━━ Records for the exercise

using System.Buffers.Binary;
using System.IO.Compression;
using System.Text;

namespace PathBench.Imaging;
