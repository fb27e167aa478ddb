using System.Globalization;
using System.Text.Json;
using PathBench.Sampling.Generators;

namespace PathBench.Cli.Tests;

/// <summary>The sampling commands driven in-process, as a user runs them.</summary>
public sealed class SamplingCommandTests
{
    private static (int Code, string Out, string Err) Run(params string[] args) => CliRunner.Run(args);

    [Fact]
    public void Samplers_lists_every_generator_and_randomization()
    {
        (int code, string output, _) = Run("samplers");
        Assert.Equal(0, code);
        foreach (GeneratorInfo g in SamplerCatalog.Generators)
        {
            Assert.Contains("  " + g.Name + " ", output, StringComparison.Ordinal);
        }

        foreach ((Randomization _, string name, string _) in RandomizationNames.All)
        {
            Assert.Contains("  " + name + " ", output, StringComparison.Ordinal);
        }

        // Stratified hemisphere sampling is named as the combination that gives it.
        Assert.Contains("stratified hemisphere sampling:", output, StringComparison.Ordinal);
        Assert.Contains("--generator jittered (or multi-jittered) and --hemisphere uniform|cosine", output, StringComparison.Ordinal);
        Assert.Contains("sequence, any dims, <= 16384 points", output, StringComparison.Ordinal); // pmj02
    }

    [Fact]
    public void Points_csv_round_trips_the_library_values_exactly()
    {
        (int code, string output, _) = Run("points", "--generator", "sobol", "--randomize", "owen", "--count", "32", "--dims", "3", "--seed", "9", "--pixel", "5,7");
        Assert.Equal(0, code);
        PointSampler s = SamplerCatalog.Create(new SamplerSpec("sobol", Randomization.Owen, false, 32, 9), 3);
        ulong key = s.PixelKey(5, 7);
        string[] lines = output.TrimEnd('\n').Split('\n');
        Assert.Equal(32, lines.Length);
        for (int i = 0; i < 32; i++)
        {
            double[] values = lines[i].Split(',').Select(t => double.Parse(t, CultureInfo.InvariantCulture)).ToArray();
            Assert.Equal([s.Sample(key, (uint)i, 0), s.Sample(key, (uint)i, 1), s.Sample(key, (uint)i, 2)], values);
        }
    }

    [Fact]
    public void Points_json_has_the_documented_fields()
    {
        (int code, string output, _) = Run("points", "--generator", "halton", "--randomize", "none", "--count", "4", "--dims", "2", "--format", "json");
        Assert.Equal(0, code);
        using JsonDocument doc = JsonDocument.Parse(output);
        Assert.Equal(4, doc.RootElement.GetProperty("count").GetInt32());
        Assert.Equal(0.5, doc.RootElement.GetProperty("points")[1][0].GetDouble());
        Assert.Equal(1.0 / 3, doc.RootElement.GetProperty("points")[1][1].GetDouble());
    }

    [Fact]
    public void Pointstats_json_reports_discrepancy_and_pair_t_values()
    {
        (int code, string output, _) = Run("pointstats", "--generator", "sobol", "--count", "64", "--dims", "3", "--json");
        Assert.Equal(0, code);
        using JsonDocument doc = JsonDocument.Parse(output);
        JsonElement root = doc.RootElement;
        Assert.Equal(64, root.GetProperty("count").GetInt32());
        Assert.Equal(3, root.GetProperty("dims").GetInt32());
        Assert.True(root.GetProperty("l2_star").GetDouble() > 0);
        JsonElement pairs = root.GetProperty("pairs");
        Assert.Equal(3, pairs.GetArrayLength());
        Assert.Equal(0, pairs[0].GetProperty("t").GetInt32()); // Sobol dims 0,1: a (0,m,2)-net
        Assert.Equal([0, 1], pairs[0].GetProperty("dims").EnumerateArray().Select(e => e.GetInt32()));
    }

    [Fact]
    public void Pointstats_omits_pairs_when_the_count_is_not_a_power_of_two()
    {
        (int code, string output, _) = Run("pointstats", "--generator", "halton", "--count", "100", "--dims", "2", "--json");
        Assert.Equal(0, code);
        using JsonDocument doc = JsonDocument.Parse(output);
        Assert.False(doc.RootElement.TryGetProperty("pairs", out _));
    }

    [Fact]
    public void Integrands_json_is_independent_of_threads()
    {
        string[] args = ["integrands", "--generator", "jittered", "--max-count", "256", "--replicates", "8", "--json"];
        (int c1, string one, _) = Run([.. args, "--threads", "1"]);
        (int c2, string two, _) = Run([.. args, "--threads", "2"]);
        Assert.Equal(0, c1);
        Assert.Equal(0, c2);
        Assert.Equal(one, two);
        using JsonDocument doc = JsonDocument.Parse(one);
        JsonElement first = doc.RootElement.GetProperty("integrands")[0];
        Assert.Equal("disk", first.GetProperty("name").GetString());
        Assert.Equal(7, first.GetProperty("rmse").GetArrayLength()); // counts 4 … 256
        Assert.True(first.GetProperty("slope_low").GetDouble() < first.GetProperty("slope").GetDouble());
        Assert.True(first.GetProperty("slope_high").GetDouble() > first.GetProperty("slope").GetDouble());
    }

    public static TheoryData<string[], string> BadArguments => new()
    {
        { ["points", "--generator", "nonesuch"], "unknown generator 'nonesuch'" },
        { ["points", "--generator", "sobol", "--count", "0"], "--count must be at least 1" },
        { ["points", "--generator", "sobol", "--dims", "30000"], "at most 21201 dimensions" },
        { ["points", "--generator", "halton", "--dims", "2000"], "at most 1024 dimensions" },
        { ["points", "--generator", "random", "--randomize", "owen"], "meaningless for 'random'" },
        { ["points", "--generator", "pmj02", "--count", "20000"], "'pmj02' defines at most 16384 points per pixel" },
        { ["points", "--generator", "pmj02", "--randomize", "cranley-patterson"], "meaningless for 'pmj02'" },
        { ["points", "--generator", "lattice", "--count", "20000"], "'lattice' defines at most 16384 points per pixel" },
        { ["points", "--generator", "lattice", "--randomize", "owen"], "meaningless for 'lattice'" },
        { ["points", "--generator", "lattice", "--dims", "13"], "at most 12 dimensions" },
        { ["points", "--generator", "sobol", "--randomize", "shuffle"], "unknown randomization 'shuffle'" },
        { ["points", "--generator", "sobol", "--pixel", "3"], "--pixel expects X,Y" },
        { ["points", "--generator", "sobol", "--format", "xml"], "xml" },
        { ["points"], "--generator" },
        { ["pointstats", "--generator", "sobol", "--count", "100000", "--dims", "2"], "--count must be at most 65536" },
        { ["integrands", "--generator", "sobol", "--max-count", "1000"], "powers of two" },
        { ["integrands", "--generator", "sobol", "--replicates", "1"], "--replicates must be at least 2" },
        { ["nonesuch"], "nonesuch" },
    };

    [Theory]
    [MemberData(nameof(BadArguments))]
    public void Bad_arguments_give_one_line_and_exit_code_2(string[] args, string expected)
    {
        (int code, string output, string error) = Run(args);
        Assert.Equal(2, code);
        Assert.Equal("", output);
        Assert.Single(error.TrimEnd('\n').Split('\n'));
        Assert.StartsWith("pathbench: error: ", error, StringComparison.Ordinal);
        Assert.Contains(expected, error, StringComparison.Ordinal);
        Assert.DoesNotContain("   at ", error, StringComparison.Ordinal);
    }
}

━━━━

What to produce: Search the listing above for the string "lattice". Copy every line that contains it.

Result:
        { ["points", "--generator", "lattice", "--count", "20000"], "'lattice' defines at most 16384 points per pixel" },
        { ["points", "--generator", "lattice", "--randomize", "owen"], "meaningless for 'lattice'" },
        { ["points", "--generator", "lattice", "--dims", "13"], "at most 12 dimensions" },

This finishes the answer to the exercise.